Controller has to send data to another process and receive the results. Communication between parallel processes is a dangerous thing. Let’s try to use multiprocessing.Pipe for that.

 1
 2
 3
 4
 5
 6
 7
 8
 9
10
11
12
13
14
15
16
17
18
19
20
21
22
23
24
25
26
27
28
29
class ParallelPipeController:
    def __init__(self, size_estimator_factory=lambda: Processor(fn=_compute_size)):
        self.pipe_size_estimator, pipe_size_worker = Pipe()

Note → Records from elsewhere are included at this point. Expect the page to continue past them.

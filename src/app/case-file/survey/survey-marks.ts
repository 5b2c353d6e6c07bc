import { Injectable, computed, inject, resource } from '@angular/core';
import { type Mark, listMarkChanges, listMarks } from '#shared/contracts/survey';
import { Api } from '../../core/api/api';
import { ApiProblem } from '../../core/api/api-problem';
import { CurrentCase } from '../current-case';

const none: never[] = [];

/** The measured marks of the open case, their imports, and what was changed. */
@Injectable()
export class SurveyMarks {
  private readonly api = inject(Api);
  private readonly current = inject(CurrentCase);

  private readonly loading = resource({
    params: () => this.current.id(),
    loader: ({ params: caseId, abortSignal: abort }) =>
      this.api.call(listMarks, { params: { caseId }, abort }),
  });
  private readonly loadingChanges = resource({
    params: () => this.current.id(),
    loader: ({ params: caseId, abortSignal: abort }) =>
      this.api.call(listMarkChanges, { params: { caseId }, abort }),
  });

  private readonly loaded = computed(() => (this.loading.hasValue() ? this.loading.value() : null));
  readonly isLoaded = computed(() => this.loaded() !== null);
  readonly marks = computed(() => this.loaded()?.items ?? none);
  readonly imports = computed(() => this.loaded()?.imports ?? none);
  readonly changes = computed(() =>
    this.loadingChanges.hasValue() ? this.loadingChanges.value().items : none,
  );
  readonly problem = computed(() => {
    const error = this.loading.error() ?? this.loadingChanges.error();
    return error === undefined ? null : ApiProblem.from(error);
  });

  /** A mark was entered or changed: it is shown as the server has it now. */
  take(mark: Mark): void {
    const loaded = this.loaded();
    if (loaded) {
      const known = loaded.items.some((one) => one.id === mark.id);
      this.loading.set({
        ...loaded,
        items: known
          ? loaded.items.map((one) => (one.id === mark.id ? mark : one))
          : [...loaded.items, mark],
      });
    }
    this.loadingChanges.reload();
    this.current.reload();
  }

  reload(): void {
    this.loading.reload();
    this.loadingChanges.reload();
    this.current.reload();
  }
}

        self.detector = Detector()
        self.size_estimator = Process(
            target=pipe_worker,
            args=(pipe_size_worker, size_estimator_factory),
            daemon=True
        )
        self.classifier = Processor(fn=_obj_to_class)
        self.aggregator = Aggregator()
        self.stats = []
        self.size_estimator.start()

    def __call__(self, frame):
        objects = self.detector(frame)
        self.pipe_size_estimator.send(objects)
        classes = self.classifier(objects)
        try:
            sizes = self.pipe_size_estimator.recv()
        except EOFError as e:
            raise RuntimeError("Unable to get data from process. Probably exception occurred") from e
        stat = self.aggregator(sizes, classes)
        self.stats.append(stat)

    def finish(self):
        self.pipe_size_estimator.send(None)
        self.size_estimator.join()

pipe_worker would look like this:

 1
 2
 3
 4
 5
 6
 7
 8
 9
10
11
12
13
14
15
def pipe_worker(pipe, factory: Callable):
    try:
        print("worker started")
        processor = factory()
        while True:
            msg = pipe.recv()
            if msg is None:
                break
            result = processor(msg)
            pipe.send(result)
        print("worker exited correctly")
    except Exception:
        print("An exception occurred. We notify the main process by closing our end of the pipe."
              "It would be nicer to send some info to the main process.")
        pipe.close()

Comparing those two controllers:

1
2
3
4
print("sequential")
execute_test(Controller())
print("parallel")
execute_test(ParallelPipeController())

Sample output:

sequential
FPS: 1.7753397948365568
parallel
worker started
worker exited correctly
FPS: 2.820896038347416

Full code is here.

There are some alternative workarounds to deal with initialization in standard multiprocessing. They usually require some global variables. See for example:

Processing KeyboardInterrupt in workers

Apparently there are some issue with KeyboardInterrupt and multiprocessing:

when workers are idle, Python’s KeyboardInterrupt is not handled correctly by the multiprocessing module, which results in not only a lot of stacktraces spewed to the console, but also means the parent process will hang indefinitely.

Python: Using KeyboardInterrupt with a Multiprocessing Pool, 2011.